Somehow when “the law” is involved, people confuse their “Fundamental Right” to parent their children with the absolute privilege and responsibility we have to be parents.
The Supreme Court determined in several cases that parents have a fundamental right to parent their children.
This Supreme Court ruling on parenting is important for two reasons.
1. If the two of you decide a parenting plan, no matter how crazy, is in the best interests of your child, the Court will rarely interfere with that agreement.
2. If you can’t decide, most courts, with a great amount of discretion, will often find that your child has a right to be with each of you equally.
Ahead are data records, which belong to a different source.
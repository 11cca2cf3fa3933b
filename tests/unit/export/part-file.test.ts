import { describe, expect, it } from 'vitest';
import { TooLarge } from '@/lib/errors';
import { writePartFile } from '@/lib/export/part-file';
import { writeThreeMf } from '@/lib/export/three-mf';
import { boxMesh } from '@/tests/support/kernel-fixtures';

const bodies = [
  { name: 'a', mesh: boxMesh([1, 2, 3]) },
  { name: 'b', mesh: boxMesh([3, 2, 1]) },
];
const part = { title: 'Solid clip', material: 'PLA', bodies };

describe('the file of a part', () => {
  it('is a binary STL file of all bodies, its header safe whatever the title', () => {
    const bytes = writePartFile({ ...part, format: 'stl' });
    expect(bytes).toHaveLength(84 + 50 * 24);
    expect(new TextDecoder().decode(bytes.slice(0, 24))).toBe('Bendwell, mm: Solid clip');
  });

  it('is a 3MF file where that is asked for', () => {
    expect(writePartFile({ ...part, format: '3mf' })).toEqual(writeThreeMf(part));
  });

  it('is refused over the number of triangles, and over the number of bytes', () => {
    const write = (limits: { triangles: number; bytes: number }) => () =>
      writePartFile({ ...part, format: 'stl' }, limits);
    expect(write({ triangles: 24, bytes: 1284 })).not.toThrow();
    expect(write({ triangles: 23, bytes: 1284 })).toThrow(
      new TooLarge('The part has 24 triangles; a file may have at most 23'),
    );
    expect(write({ triangles: 24, bytes: 1283 })).toThrow(
      new TooLarge('The file has 1284 bytes; at most 1283 are allowed'),
    );
  });
});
In other words, do NOT leave it to the courts!!
There is a public perception that the courts favor moms in custody and parental responsibility actions.
The reality is that the court does not care whether you are mom or dad as much as it does for your child and what is in the best interests of your child. As a parent, you can either work with your baby’s father to determine together what is in the best interest of your child or leave it to the court to decide what is best for your child.
More often than not, although this seems to be changing dramatically, mom has the compromised career or makes the children her full-time vocation, while dad is the breadwinner and less available to parent.
From a baby’s first days mom is the primary source of food for the baby. Hard to argue baby shouldn’t be with mom for that. Especially for younger children, it is the mom that the children usually turn to for nurturing and comfort.
Mom is also usually taking care of doctor’s appointments, school schedules, and extra-curricular activities while Dad works, even if Mom also has a full-time job.
People too often confuse the courts favoring Moths with the reality that it was her who provided the lifestyle, routine, and level of care that the child was accustomed to in its daily life.
Generally speaking, the court’s determination of who will be the primary parent is based on who has been the primary parent during the marriage.
The courts take into consideration everything from day-to-day routines to how each parent spends their time with the child;
Does either parent have to work odd or late hours, or travel with his or her career?
Are there significant others and possibly other children that may take away from a parent’s time with his or her kids?
Does a parent have substance abuse or anger issues that prevent a healthy parenting relationship?
Are the children of an age or disposition that requires special care or consideration for parenting time?
Is one parent trying wanting to make a move which would dramatically affect the children’s environment or school and activities?
Sometimes it is human nature to think you must “win” your divorce and that is somehow equated with having more assets and the most time with your child. No one wins in divorce. The reality is, people need to view winning in their divorce as getting out with the least amount of financial and emotional harm as possible.
If you worked full-time during the marriage the court’s may determine that neither parent is currently established as the primary parent so parenting time should be 50/50.
If you didn’t work and maintenance or alimony is not likely, you risk the court finding the other parent as more financially stable and therefore better able to provide a stable and better living environment for the children.
If you are the full-time parent and always have been, you may be awarded more parenting time, but what does that do to your ability to support your family moving forward as a single parent?
The question becomes, what does it mean for your kids?
The primary focus in any shared parenting situation should always be:
HOW DO WE MAINTAIN THE CHILD’S LIFESTYLE WITH THE LEAST AMOUNT OF CHANGE AS POSSIBLE AFTER DIVORCE?
When you enter into divorce settlement negotiations or, go to court, if you must, as long as you have your child’s best interest at heart – instead of what is best for youpocketbooket book, you will prevail because your kids will move forward with the least amount of disruption as possible.
I’m not certain who said it, but, “in the end it will be okay; if it’s not okay, it’s not the end.”